As she shifted comfortably from her early days in record business to her current work of activism, she focused on voting and her own work to encourage people to get out and vote. As the political campaigns wound down toward the election, DiFranco arrived in Florida to work on a get-out-the-vote initiative. “When I was in Florida on a get the vote out campaign in the final days of the campaigns, I watched this video where one person said ‘I vote for the environment’; another said ‘I vote for women’s rights’, and every person seemed to vote to his or her cause.” DiFranco thought, the “me-ness of our generation has overtaken us.” “A vote is not self-expression; it is an expression that you’re making yourself accountable to something else,” she insisted powerfully. “I hope we can apply persistence on our will to vote,” DiFranco affirmed, and she closed by quoting songwriter Rebecca Solnit: “Voting is a chess move, not a valentine.”
During a brief question-and-answer with Bluegrass Situation executive director Amy Reitnouer, DiFranco offered a few suggestions for persisting in the face of the current political administration. When Reitnour asked her how we can persist, DiFranco replied, “Fuck the screens; fuck the social media; Get together with your fellow human beings and let each other know that we’re not alone. The days when I knew I could go on were the days when I got out in the streets with my fellow human beings in those marches and I felt real hope.”
When Reitnouer asked who’s writing today’s protest songs. DiFranco laughed and told her that, “I imagine there are a lot of people in this audience who can answer that question better than I can.” She then replied, “I’d advocate for broadening the scope of where this protest art is coming from; a lot of rappers are making protest music, and a lot of comedians are doing such a great job of protesting through comedy. Let’s make our canvas bigger.”
DiFranco acknowledged that the folk community is a network where we’ll learn from each other.
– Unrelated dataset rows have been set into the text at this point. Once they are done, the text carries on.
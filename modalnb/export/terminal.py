"""The modal table as aligned text for the terminal (the CLI's printout).

Every number goes through the one formatter (:mod:`modalnb._numbers`, via :mod:`._cells`):
each value with its standard uncertainty as ``value ± u``, both rounded to the same
decimal place as JCGM 100:2008 (GUM) 7.2.6 says, damping in per cent.
"""

from __future__ import annotations

import math

import xarray as xr

from ._aside import ASIDE_TITLE, aside_rows
from ._cells import damping_cell, number_cell, pm_cell
from ._rows import _value

__all__ = ["format_modal_table"]


def format_modal_table(result: xr.Dataset) -> str:
    """The modal table as aligned text with units in the header (for the terminal).

    Natural frequency and damping ratio are written ``value ± u`` (standard uncertainty,
    GUM 7.2.6: u to at most two significant digits, the value to the same place); damping
    in per cent; the quality factor Q to 3 significant digits. When the fit set poles
    aside (residual terms, not modes), a second table "Poles set aside (not modes)"
    follows with the reason for each. A table with shapes over nodes (roving hammer,
    several setups) is followed by them: per mode the modal mass and phase collinearity,
    per node amplitude and phase of every mode.

    Examples
    --------
    >>> import xarray as xr
    >>> ds = xr.Dataset({"frequency_hz": ("mode", [12.5]), "frequency_hz_std": ("mode", [0.01]),
    ...                  "damping_ratio": ("mode", [0.012]), "damping_ratio_std": ("mode", [0.0004]),
    ...                  "regime": ("mode", ["underdamped"]), "status": ("mode", ["ok"])},
    ...                 coords={"mode": [1]})
    >>> print(format_modal_table(ds))
    mode  f_n [Hz]        damping [%]    Q     regime       status
    1     12.500 ± 0.010  1.200 ± 0.040  41.7  underdamped  ok
    """
    header = ["mode", "f_n [Hz]", "damping [%]", "Q", "regime", "status"]
    rows = []

    def var(name: str, k: int) -> object:
        return _value(result[name].values[k]) if name in result else None

    for k in range(result.sizes.get("mode", 0)):
        z = var("damping_ratio", k)
        q = var("q_factor", k)
        if q is None and isinstance(z, float) and z > 0:
            q = 1 / (2 * z)
        rows.append([
            str(_value(result["mode"].values[k])),
            pm_cell(var("frequency_hz", k), var("frequency_hz_std", k), "Hz"),
            pm_cell(z, var("damping_ratio_std", k), "%", scale=100),
            number_cell(q, "ratio"),
            str(var("regime", k) or "-"),
            str(var("status", k) or "-"),
        ])
    lines = _aligned(header, rows)
    aside = aside_rows(result)
    if aside:
        lines += ["", f"{ASIDE_TITLE}: residual terms kept in the model, left out of the table",
                  *_aligned(["pole", "f_n [Hz]", "damping [%]", "reason"], [
                      [str(r["pole"]), pm_cell(r["frequency_hz"], r["frequency_hz_std"], "Hz"),
                       damping_cell(r["damping_ratio"]), str(r["reason"])]
                      for r in aside])]
    if "node_shape_amplitude" in result.data_vars:
        lines += ["", *_node_lines(result)]
    return "\n".join(lines)


def _node_lines(result: xr.Dataset) -> list[str]:
    """The shapes over nodes as text (numbers through :mod:`modalnb._numbers`)."""
    from .._numbers import format_quantity

    def q(v: float, kind: str) -> str:
        return "-" if not math.isfinite(v) else format_quantity(v, kind, unit=False)

    modes = [str(_value(m)) for m in result["mode"].values]
    per_mode = [[m, q(float(result["modal_mass_kg"].values[k]), "amplitude"),
                 q(float(result["node_shape_mpc"].values[k]), "ratio"),
                 str(_value(result["node_shape_status"].values[k]))]
                for k, m in enumerate(modes)]
    out = ["Shapes over nodes: modal mass of the unit-maximum shape, phase collinearity",
           *_aligned(["mode", "modal mass [kg]", "MPC [-]", "node shape status"], per_mode), ""]
    amp = result["node_shape_amplitude"].values
    ph = result["node_shape_phase_deg"].values
    rows = []
    for j, node in enumerate(result["node"].values.tolist()):
        role = str(_value(result["node_role"].values[j])) if "node_role" in result.coords else ""
        d = str(_value(result["node_direction"].values[j])) if "node_direction" in result.coords else ""
        rows.append([str(node), d, role] + [
            "-" if not math.isfinite(float(amp[k, j])) else
            f"{q(float(amp[k, j]), 'amplitude')} at {q(float(ph[k, j]), 'phase_deg')}°"
            for k in range(len(modes))])
    out += ["Node shapes: amplitude (largest 1) at phase [deg], direction signs applied",
            *_aligned(["node", "dir", "role", *[f"mode {m}" for m in modes]], rows)]
    return out


def _aligned(header: list[str], rows: list[list[str]]) -> list[str]:
    widths = [max(len(h), *(len(r[i]) for r in rows)) if rows else len(h) for i, h in enumerate(header)]
    lines = ["  ".join(h.ljust(w) for h, w in zip(header, widths, strict=True)).rstrip()]
    lines += ["  ".join(c.ljust(w) for c, w in zip(r, widths, strict=True)).rstrip() for r in rows]
    return lines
She admits, especially when talking about Pete Seeger, “if I have any smarts in this life, it was that early on I decided to follow my teachers—Utah Phillips, Pete Seeger, Nora Guthrie. To be around Pete was to learn to be human.”
The Folk Alliance community then played into the early morning hours with packed official showcases as well as sparsely attended private showcases where musicians sang sometimes to audiences of three people. But that’s the beauty of Folk Alliance: we embrace and encourage, even when two or three are gathered, for our raised voices flourish and endure.